When the arguments have been collected and the function is reduced in the parser, the action will then compare the
actual argument count against the count expected by the function. If the numbers don't match, a parse error is thrown.
### Optimizations
The parser does perform two different optimizations during compile time to save execution time:
#### Compile-time Evaluable Functions
The compiler optimizes the generated code by evaluating constant expressions at compile time. These expressions purely
consist of functions which both only have constant-evaluable arguments and have a fixed, deterministic behaviour.
Examples of such functions, given their arguments are also const-evaluable:
- Functions which return compile-time constants.
- Non-assigment Operators.
- Math functions like `sin`.
Non-constant functions are functions which depend on variables or other memory contents which may change during or
between executions or produce a non-deterministic result on each execution. Examples are:
- Functions which have at least one non-const-evaluable argument.
- Variable and memory access functions.
- Random number generators.
During compilation, when a new node is created from a subtree, each argument and the new node are checked for being
const-evaluable. If all are, then the new node is immediately evaluated by calling the function, and a new constant node
is inserted with the calculated value, replacing both the currently processed node and its argument nodes.
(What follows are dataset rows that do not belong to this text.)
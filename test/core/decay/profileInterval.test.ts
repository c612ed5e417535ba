import { describe, expect, it } from "vitest";
import { fitPowerLaw } from "../../../src/core/decay/fitPowerLaw.ts";
import { profileInterval } from "../../../src/core/decay/profileInterval.ts";
import { fQuantile } from "../../../src/core/signal/distributions/fQuantile.ts";
import { seededRandom } from "../../../src/core/signal/seededRandom.ts";
import { expectClose } from "../../support/expectClose.ts";
import { spacedFrom } from "../../support/lawStations.ts";

const truth = { A: 0.05, x0: 4, n: 1.25 };
const profiles = 400;

/** How often each interval holds the truth over seeded profiles. */
function coverage(count: number, span: number, scatter: number, errorsKnown: boolean) {
  const random = seededRandom(1971);
  const x = spacedFrom(truth.x0, 14, truth.x0 + 10 * span, count);
  const held = { n: 0, x0: 0, A: 0 };
  for (let trial = 0; trial < profiles; trial++) {
    const q = x.map((at) => truth.A * (at - truth.x0) ** -truth.n * Math.exp(scatter * random.gaussian()));
    const fit = fitPowerLaw({ x, q, error: errorsKnown ? x.map(() => scatter) : null });
    const drop = errorsKnown ? 3.841458820694124 : fit.variance * fQuantile(0.95, 1, fit.freedom);
    for (const key of ["n", "x0", "A"] as const) {
      const { low, high } = profileInterval(fit, key, drop);
      if ((low ?? -Infinity) < truth[key] && truth[key] < (high ?? Infinity)) held[key]++;
    }
  }
  return held;
}

describe("the profile interval of 95 %", () => {
  // 400 profiles at 95 %: the count has a standard deviation of 4.4; 363 to 397 are ± 3.9 of them
  it.each([
    [10, 8, 0.02, true],
    [10, 8, 0.05, false],
    [6, 8, 0.02, false],
    [20, 4, 0.02, true],
  ] as const)(
    "holds the truth 95 times in 100: %d stations, span %d, scatter %d",
    (count, span, scatter, known) => {
      for (const held of Object.values(coverage(count, span, scatter, known))) {
        expect(held).toBeGreaterThanOrEqual(363);
        expect(held).toBeLessThanOrEqual(397);
      }
    },
  );

  it("is open upstream where an exponential fits nearly as well, and bounds n from below alone", () => {
    const x = spacedFrom(4, 30, 60, 6);
    const q = x.map((at) => (at - 4) ** -1.25);
    const fit = fitPowerLaw({ x, q, error: x.map(() => 0.1) });
    const [x0, n] = [profileInterval(fit, "x0", 3.84), profileInterval(fit, "n", 3.84)];
    expect(x0.low).toBeNull();
    expect(x0.why_low).toMatch(/span/);
    expect(n.high).toBeNull();
    expect(n.low).toBeLessThan(fit.n);
    expect(x0.high).toBeGreaterThan(fit.x0);
  });

  it("is the estimate ± t standard errors where the origin is held: the law of ln q is then linear", () => {
    const random = seededRandom(4);
    const x = spacedFrom(4, 14, 80, 9);
    const q = x.map((at) => (at - 4) ** -1.25 * Math.exp(0.03 * random.gaussian()));
    const fit = fitPowerLaw({ x, q, error: null }, { x0: 4 });
    const drop = fit.variance * fQuantile(0.95, 1, fit.freedom);
    const { low, high } = profileInterval(fit, "n", drop);
    const reach = Math.sqrt(fQuantile(0.95, 1, 7)) * (fit.standardError?.n ?? 0);
    const because = "an end is found to a millionth of its distance";
    expectClose(low, fit.n - reach, { relative: 1e-5, because });
    expectClose(high, fit.n + reach, { relative: 1e-5, because });
  });
});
#### Expression List Optimization
In function arguments and inside parentheses, expression lists, e.g. multiple expressions separated by semicolons, can
be written. This is a useful feature to execute a list of expressions based on certain conditions (e.g. in `if`
or `loop`). While only the _last_ expression in a list determines the return value of the whole list, other expressions
may perform calculations, set variables etc. and also need to be executed in order to achieve the correct result.
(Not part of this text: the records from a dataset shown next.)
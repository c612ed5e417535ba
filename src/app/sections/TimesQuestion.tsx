import { unitOf } from "../../core/unitText.ts";
import { formatDigits, withUnit } from "../../figures/formatNumber.ts";
import type { WorkspaceChange } from "../../sheet/workspace.ts";
import type { CaseView } from "../session/caseView.ts";
import { roundedTimes } from "./roundedTimes.ts";

/** Asks once whether rounded time stamps stand for a constant step; the answer is kept in the sheet. */
export function TimesQuestion({
  view,
  onChange,
}: {
  view: CaseView;
  onChange: (change: WorkspaceChange) => void;
}) {
  const found = roundedTimes(view);
  if (found === null) return null;
  const unit = unitOf("T", view.units);
  const { steps, stations } = found;
  const [least, most] = [steps[0], steps[steps.length - 1]];
  const step =
    steps.length < 2
      ? withUnit(formatDigits(least ?? 0, 7), unit)
      : `${formatDigits(least, 7)} to ${withUnit(formatDigits(most, 7), unit)}`;
  const answer = (times: "even" | "written") =>
    onChange({ kind: "set-reduction", caseId: view.id, edit: { read: { times } } });
  return (
    <div className="positions">
      <p className="ask">
        The time stamps at {stations === 1 ? "one station" : `${stations} stations`} have too few digits.
        Within half a digit they agree with a constant step of {step}. Until one of these is chosen, what
        needs the time between samples is missing.
      </p>
      <p className="change-cases">
        <button type="button" className="action" onClick={() => answer("even")}>
          Take the constant step
        </button>
        <button type="button" className="action" onClick={() => answer("written")}>
          Take the times as written
        </button>
      </p>
    </div>
  );
}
There could also be expressions in the list which do not assign anything, and which are not the last expressions. These
expressions are referred to as "non state-changing", and only waste CPU cycles because the result of any calculation
done there is discarded. The expression compiler will keep track of the state-changing flag hierarchically, similar to
the const flag, and remove any expressions which are nether state-changing nor relevant to the return value.
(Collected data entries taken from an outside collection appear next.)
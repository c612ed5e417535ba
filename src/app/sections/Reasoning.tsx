import type { Sentence } from "../../export/sentences/piece.ts";
import { SentenceText } from "./SentenceText.tsx";

/** A paragraph of sentences below a finding, or at the head of a fold. */
export function Reasoning({ sentences }: { sentences: readonly Sentence[] }) {
  if (sentences.length === 0) return null;
  return (
    <p className="reason">
      {sentences.map((sentence, i) => (
        // biome-ignore lint/suspicious/noArrayIndexKey: sentences have no identity but their place
        <span key={i}>
          {i > 0 && " "}
          <SentenceText sentence={sentence} />
        </span>
      ))}
    </p>
  );
}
In the case that a state-changing operator, e.g. an assignment, has a constant value as the left operand, it will be
replaced by the const-evaluation optimization and lose its state-changing flag. Consider the following expression, where
the first two expressions will be optimized out:
```
sin(1 + 2; 3);
tan(5) = x;
5 = rand(100);
x = cos($PI * .54);
5;
```
The third expression cannot be optimized out, because the assignment operator is potentially state-changing if it
assigns to a variable or memory location and the `rand` function is not const-evaluable.
The fourth expression is very similar, but this time, the use of a variable prevents the expression form being
const-evaluable.
The fifth and last expression is a simple constant and determines the return value of the whole expression list.